1. Field of the Invention
The present invention relates to an electronic system for detecting, tracking and maintaining a particular frequency. Specifically, the invention is used to detect and track acoustic resonance frequencies for use in conjunction with a photoacoustic spectroscopy apparatus.
2. Description of the Prior Art
It is well known that a tunable laser can output a wide variety of wavelengths and that many organic and inorganic compounds possess strong absorption bands which can uniquely identify the unknown compound.
In an acoustically resonant photoacoustic spectroscopy apparatus, a tunable laser beam is directed into a photoacoustic resonant cell which contains a gas sample. The wavelength of the laser beam is chosen to be coincident with an infrared absorption feature of the species of gas to be detected.
The gas molecules of interest are vibrationally excited by the laser beam, and the energy absorbed by these molecules is periodically transferred to nonabsorbing surrounding gas molecules. This produces a modulated pressure rise and a resulting pressure wave which can be detected by a pressure transducer. If the laser amplitude is modulated at frequencies in the audio region, a sensitive microphone in a photoacoustic cell can be used as the pressure transducer.
However, if there are only trace amounts of gas to be detected, the resulting pressure wave will be quite small and thus difficult for the cell to detect. In such a case, detection is only possible if the cell is operated at its resonant frequency. In order to have the cell operate at its resonant frequency, the impinging pressure wave must be adjusted to compensate for varying gas composition, temperature, humidity and a variety of other conditions. Measurements of the pressure wave are made by detecting and tracking the output of the cell. To modulate the laser in this way, frequency signals from the acoustic cell must be detected and tracked. Once frequency signals from the cell are detected, the cell's frequency is employed to modulate the the amplitude of the laser beam at the cell's resonant frequency.
The signal measured by the photoacoustic detector is directly proportional to the laser power absorbed by the sample. However, these signals are very small where the unknown to be detected is present in the part per billion (ppb) range. To permit detection at the ppb level, the signal must be maximized and must be detected against a null background. That signal is maximized if the cell operates at the peak of its resonant frequency curve.
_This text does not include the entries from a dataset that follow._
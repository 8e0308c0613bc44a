package ui

import (
	"fmt"
	"math"
	"strconv"
	"strings"

	"github.com/vugu/vugu"

	"hdrisk/engine/plot"
	"hdrisk/engine/scenario"
	"hdrisk/engine/study"
	"hdrisk/protocol"
)

// figureBox is a figure shown as an <img>, with the readout of the value under the pointer,
// a crosshair on the point it reads, and the exports. A line figure is drawn in the page as
// soon as its numbers are there (a few milliseconds); a heat map is drawn on a compute
// worker (job kind "figure"), because rendering one takes longer than the page may stand
// still. The curve and map views share it.
type figureBox struct {
	line    *plot.Line          // the line figure shown, drawn in the page; nil for a heat map
	spec    protocol.FigureArgs // the heat figure shown (or on its way)
	svg     []byte              // the figure shown
	url     string              // its URL (see imageURL); "" when there is none
	br      Browser             // the holder of url
	frame   plot.Frame          // where its data area lies
	problem string              // why there is no figure
	readout string              // the values under the pointer, in words
	cross   [2]float64          // the crosshair, as fractions of the image from its top-left corner
	crossOn bool
	cancel  func() // the drawing on its way, if any
	saving  int    // exports on their way
}

// elementWidth is what a Browser offers when it can measure an element of the page.
type elementWidth interface{ ElementWidth(id string) float64 }

// fullWidth is the displayed width, in CSS pixels, at and above which a figure is drawn at
// its default size (480 points are 640 CSS pixels): its text is then 10.7 pixels or more.
const fullWidth = 640

// figureSize returns the size to draw a figure at for the panel with the given id: the
// default (0, 0) when the panel is wide enough or cannot be measured, else the panel's
// width, so that the figure is shown at its natural size and its text stays at least 10
// pixels tall on a narrow screen.
func figureSize(br Browser, panel string) (w, h float64) {
	ew, ok := br.(elementWidth)
	if !ok {
		return 0, 0
	}
	css := ew.ElementWidth(panel) - 4 // the image's border
	if !(css > 0) || css >= fullWidth {
		return 0, 0
	}
	w = math.Max(css, 180) * 0.75
	return w, math.Max(150, w*0.72)
}

// setImage shows svg, releasing the image shown before.
func (b *figureBox) setImage(br Browser, svg []byte) {
	b.release()
	u, err := imageURL(br, "image/svg+xml", svg)
	if err != nil {
		b.problem = "the figure cannot be shown: " + err.Error()
		return
	}
	b.svg, b.url, b.br = svg, u, br
}

// release lets go of the image shown, if any.
func (b *figureBox) release() {
	dropImage(b.br, b.url)
	b.svg, b.url, b.br = nil, "", nil
}

// drawLine draws l in the page at the size the panel needs (see figureSize) and shows it.
func (b *figureBox) drawLine(br Browser, panel string, l plot.Line) {
	if b.cancel != nil {
		b.cancel()
		b.cancel = nil
	}
	b.problem = ""
	l.Width, l.Height = figureSize(br, panel)
	f, err := l.Build()
	if err != nil {
		b.problem = "the figure could not be drawn: " + err.Error()
		return
	}
	svg, err := f.SVG()
	if err != nil {
		b.problem = "the figure could not be drawn: " + err.Error()
		return
	}
	b.setImage(br, svg)
	b.line, b.frame, b.readout, b.crossOn = &l, f.Frame(), "", false
}

// draw renders spec on a worker; shown (may be nil) is called once the image is in place.
// The figure shown so far stays until the new one arrives.
func (b *figureBox) draw(jobs Jobs, br Browser, spec protocol.FigureArgs, shown func()) {
	if b.cancel != nil {
		b.cancel()
		b.cancel = nil
	}
	b.spec, b.problem = spec, ""
	if jobs == nil {
		b.problem = "the figure waits for the compute workers"
		return
	}
	b.cancel = start(jobs, protocol.Figure, spec.Packed(), nil, func(r protocol.FigureResult, err error) {
		b.cancel = nil
		if err != nil {
			b.problem = "the figure could not be drawn: " + err.Error()
			return
		}
		b.setImage(br, r.Data)
		b.line, b.frame, b.readout, b.crossOn = nil, r.Frame, "", false
		if shown != nil {
			shown()
		}
	})
}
That can be accomplished by modulating the amplitude of the laser beam which is incident on the cell.
The prior art discloses that the functions of acoustic frequency detection, tracking and data acquisition must be Performed manually by skilled personnel, who are required to utilize expensive laboratory equipment. A phase sensitive detector and a variable frequency optical chopper have been employed in such measurements. The operational procedures consisted of searching for the unknown frequency of the photoacoustic resonant cell while simultaneously adjusting the frequency of the phase sensitive detector and the optical chopper.
These techniques are expensive and time-consuming and suited only for the laboratory. This is especially true because the prior art techniques are not suited to use in field environments where the operator must make manual adjustments to compensate for varying gas composition, temperature, humidity and other environmental conditions.
It is therefore an object of the present invention to automatically detect and track acoustic cell frequency.